Quote all of the entries word for word.

Stored records
····················
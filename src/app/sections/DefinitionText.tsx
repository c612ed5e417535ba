import { labelOf } from "../../core/catalogue.ts";
import type { Quantity } from "../../core/quantity.ts";
import { unitOf } from "../../core/unitText.ts";
import { concernsKey } from "../../figures/flagConcern.ts";
import { formatPosition, withUnit } from "../../figures/formatNumber.ts";
import { formatScaled, quantityText } from "../../figures/formatQuantity.ts";
import { CaseMark } from "./CaseMark.tsx";
import { comparisonSettings } from "./comparisonSettings.ts";
import type { Asked } from "./definitionContext.ts";
import { fitAlternatives, fitSettings, type SettingRow, stationAlternatives } from "./definitionRows.ts";
import type { FoundNumber } from "./foundNumber.ts";
import { Pennant } from "./Pennant.tsx";
import { formatted } from "./QuantityText.tsx";
import { RichText } from "./RichText.tsx";
import { SymbolText } from "./SymbolText.tsx";
import { stationSettings } from "./stationSettings.ts";

/** What a number is, where it stands, what it rests on, what other routes give, what is in doubt, who says so. */
export function DefinitionText({ asked, found }: { asked: Asked; found: FoundNumber | null }) {
  const { key, quantity } = asked;
  const label = labelOf(key);
  return (
    <>
      <p>
        <b>
          <RichText text={label.name} />
        </b>
        , <SymbolText runs={label.symbol} />: <RichText text={label.definition} />.
      </p>
      {found && <Place found={found} />}
      {found && <ValueLine of={key} quantity={quantity} found={found} />}
      {found && <Settings rows={settingsOf(asked, found)} />}
      {found && <Alternatives of={key} found={found} />}
      {found?.kind === "station" && <Doubts of={key} found={found} />}
      <p className="definition-source">{label.source}</p>
    </>
  );
}

function Place({ found }: { found: FoundNumber }) {
  const views = found.kind === "comparison" ? found.views : [found.view];
  return (
    <p>
      {views.map((view, i) => (
        <span key={view.id}>
          {i > 0 && ", "}
          <CaseMark mark={view.mark} /> {view.name}
          {found.kind === "station" &&
            `, ${withUnit(formatPosition(found.station.x), unitOf(view.along === "t" ? "T" : "L", view.units))}`}
        </span>
      ))}
    </p>
  );
}

function ValueLine({ of, quantity, found }: { of: string; quantity: Quantity; found: FoundNumber }) {
  const symbol = <SymbolText runs={labelOf(of).symbol} />;
  if (found.kind === "page")
    return (
      <p className="strong">
        {symbol} = {found.shown}
      </p>
    );
  const units = found.kind === "comparison" ? (found.views[0]?.units ?? "SI") : found.view.units;
  const shown = isRatio(of)
    ? formatScaled(quantity, { factor: 1, unit: "", digits: 3 })
    : formatted(quantity, { label: of, units });
  return (
    <p>
      <span className="strong">
        {symbol} = {quantityText(shown)}
      </span>
      {shown.interval === null && shown.why !== undefined && (
        <>
          ; no interval: <RichText text={shown.why} />
        </>
      )}
    </p>
  );
}

/** A ratio has neither unit nor per cent, whatever its quantity has. */
const isRatio = (key: string) => key === "ratio" || key === "largest";

function settingsOf({ key, quantity }: Asked, found: FoundNumber): readonly SettingRow[] {
  switch (found.kind) {
    case "station":
      return stationSettings(key, found.station, found.view.of.sheet, quantity);
    case "decay":
      return fitSettings(found.decay, found.view.of.sheet);
    case "comparison":
      return comparisonSettings(found.comparison, found.views, quantity);
    case "page":
      return found.rows;
  }
}

function Settings({ rows }: { rows: readonly SettingRow[] }) {
  return (
    <dl className="choice-list">
      {rows.map(([name, text]) => (
        <div key={name}>
          <dt>
            <RichText text={name} />
          </dt>
          <dd>
            <RichText text={text} />
          </dd>
        </div>
      ))}
    </dl>
  );
}

interface Line {
  readonly name: string;
  readonly shownAs: string;
  readonly quantity: Quantity;
}

function Alternatives({ of, found }: { of: string; found: FoundNumber }) {
  if (found.kind === "comparison" || found.kind === "page") return null;
  const { units } = found.view;
  const lines: readonly Line[] =
    found.kind === "station"
      ? stationAlternatives(of, found.station).map(({ key, ...rest }) => ({
          name: labelOf(key).name,
          ...rest,
        }))
      : fitAlternatives(of, found.decay).map(([name, quantity]) => ({ name, shownAs: of, quantity }));
  if (lines.length === 0) return null;
  return (
    <table className="definition-routes">
      <caption>By other routes</caption>
      <tbody>
        {lines.map(({ name, shownAs, quantity }) => (
          <tr key={name}>
            <th scope="row" className="definition-route">
              <RichText text={name} />
            </th>
            <td className="definition-value">
              {quantity.value === null ? (
                <RichText text={quantity.why} />
              ) : (
                quantityText(formatted(quantity, { label: shownAs, units }))
              )}
            </td>
          </tr>
        ))}
      </tbody>
    </table>
  );
}

function Doubts({ of, found }: { of: string; found: FoundNumber & { kind: "station" } }) {
  return found.station.flags
    .filter((flag) => concernsKey(flag, of))
    .map((flag) => (
      <p className="flag-note" key={flag.code + flag.text}>
        <Pennant />
        <span>
          <RichText text={flag.text} />
        </span>
      </p>
    ));
}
····················
*Your solution:*
filename src/app/sections/DefinitionText.tsx
repository c612ed5e417535ba
import { labelOf } from "../../core/catalogue.ts";
import type { Quantity } from "../../core/quantity.ts";
import { unitOf } from "../../core/unitText.ts";
import { concernsKey } from "../../figures/flagConcern.ts";
import { formatPosition, withUnit } from "../../figures/formatNumber.ts";
import { formatScaled, quantityText } from "../../figures/formatQuantity.ts";
import { CaseMark } from "./CaseMark.tsx";
import { comparisonSettings } from "./comparisonSettings.ts";
import type { Asked } from "./definitionContext.ts";
import { fitAlternatives, fitSettings, type SettingRow, stationAlternatives } from "./definitionRows.ts";
import type { FoundNumber } from "./foundNumber.ts";
import { Pennant } from "./Pennant.tsx";
import { formatted } from "./QuantityText.tsx";
import { RichText } from "./RichText.tsx";
import { SymbolText } from "./SymbolText.tsx";
import { stationSettings } from "./stationSettings.ts";

/** What a number is, where it stands, what it rests on, what other routes give, what is in doubt, who says so. */
export function DefinitionText({ asked, found }: { asked: Asked; found: FoundNumber | null }) {
  const { key, quantity } = asked;
  const label = labelOf(key);
  return (
    <>
      <p>
        <b>
          <RichText text={label.name} />
        </b>
        , <SymbolText runs={label.symbol} />: <RichText text={label.definition} />.
      </p>
      {found && <Place found={found} />}
      {found && <ValueLine of={key} quantity={quantity} found={found} />}
      {found && <Settings rows={settingsOf(asked, found)} />}
      {found && <Alternatives of={key} found={found} />}
      {found?.kind === "station" && <Doubts of={key} found={found} />}
      <p className="definition-source">{label.source}</p>
    </>
  );
}

function Place({ found }: { found: FoundNumber }) {
  const views = found.kind === "comparison" ? found.views : [found.view];
  return (
    <p>
      {views.map((view, i) => (
        <span key={view.id}>
          {i > 0 && ", "}
          <CaseMark mark={view.mark} /> {view.name}
          {found.kind === "station" &&
            `, ${withUnit(formatPosition(found.station.x), unitOf(view.along === "t" ? "T" : "L", view.units))}`}
        </span>
      ))}
    </p>
  );
}

function ValueLine({ of, quantity, found }: { of: string; quantity: Quantity; found: FoundNumber }) {
  const symbol = <SymbolText runs={labelOf(of).symbol} />;
  if (found.kind === "page")
    return (
      <p className="strong">
        {symbol} = {found.shown}
      </p>
    );
  const units = found.kind === "comparison" ? (found.views[0]?.units ?? "SI") : found.view.units;
  const shown = isRatio(of)
    ? formatScaled(quantity, { factor: 1, unit: "", digits: 3 })
    : formatted(quantity, { label: of, units });
  return (
    <p>
      <span className="strong">
        {symbol} = {quantityText(shown)}
      </span>
      {shown.interval === null && shown.why !== undefined && (
        <>
          ; no interval: <RichText text={shown.why} />
        </>
      )}
    </p>
  );
}

/** A ratio has neither unit nor per cent, whatever its quantity has. */
const isRatio = (key: string) => key === "ratio" || key === "largest";

function settingsOf({ key, quantity }: Asked, found: FoundNumber): readonly SettingRow[] {
  switch (found.kind) {
    case "station":
      return stationSettings(key, found.station, found.view.of.sheet, quantity);
    case "decay":
      return fitSettings(found.decay, found.view.of.sheet);
    case "comparison":
      return comparisonSettings(found.comparison, found.views, quantity);
    case "page":
      return found.rows;
  }
}

function Settings({ rows }: { rows: readonly SettingRow[] }) {
  return (
    <dl className="choice-list">
      {rows.map(([name, text]) => (
        <div key={name}>
          <dt>
            <RichText text={name} />
          </dt>
          <dd>
            <RichText text={text} />
          </dd>
        </div>
      ))}
    </dl>
  );
}

interface Line {
  readonly name: string;
  readonly shownAs: string;
  readonly quantity: Quantity;
}

function Alternatives({ of, found }: { of: string; found: FoundNumber }) {
  if (found.kind === "comparison" || found.kind === "page") return null;
  const { units } = found.view;
  const lines: readonly Line[] =
    found.kind === "station"
      ? stationAlternatives(of, found.station).map(({ key, ...rest }) => ({
          name: labelOf(key).name,
          ...rest,
        }))
      : fitAlternatives(of, found.decay).map(([name, quantity]) => ({ name, shownAs: of, quantity }));
  if (lines.length === 0) return null;
  return (
    <table className="definition-routes">
      <caption>By other routes</caption>
      <tbody>
        {lines.map(({ name, shownAs, quantity }) => (
          <tr key={name}>
            <th scope="row" className="definition-route">
              <RichText text={name} />
            </th>
            <td className="definition-value">
              {quantity.value === null ? (
                <RichText text={quantity.why} />
              ) : (
                quantityText(formatted(quantity, { label: shownAs, units }))
              )}
            </td>
          </tr>
        ))}
      </tbody>
    </table>
  );
}

function Doubts({ of, found }: { of: string; found: FoundNumber & { kind: "station" } }) {
  return found.station.flags
    .filter((flag) => concernsKey(flag, of))
    .map((flag) => (
      <p className="flag-note" key={flag.code + flag.text}>
        <Pennant />
        <span>
          <RichText text={flag.text} />
        </span>
      </p>
    ));
}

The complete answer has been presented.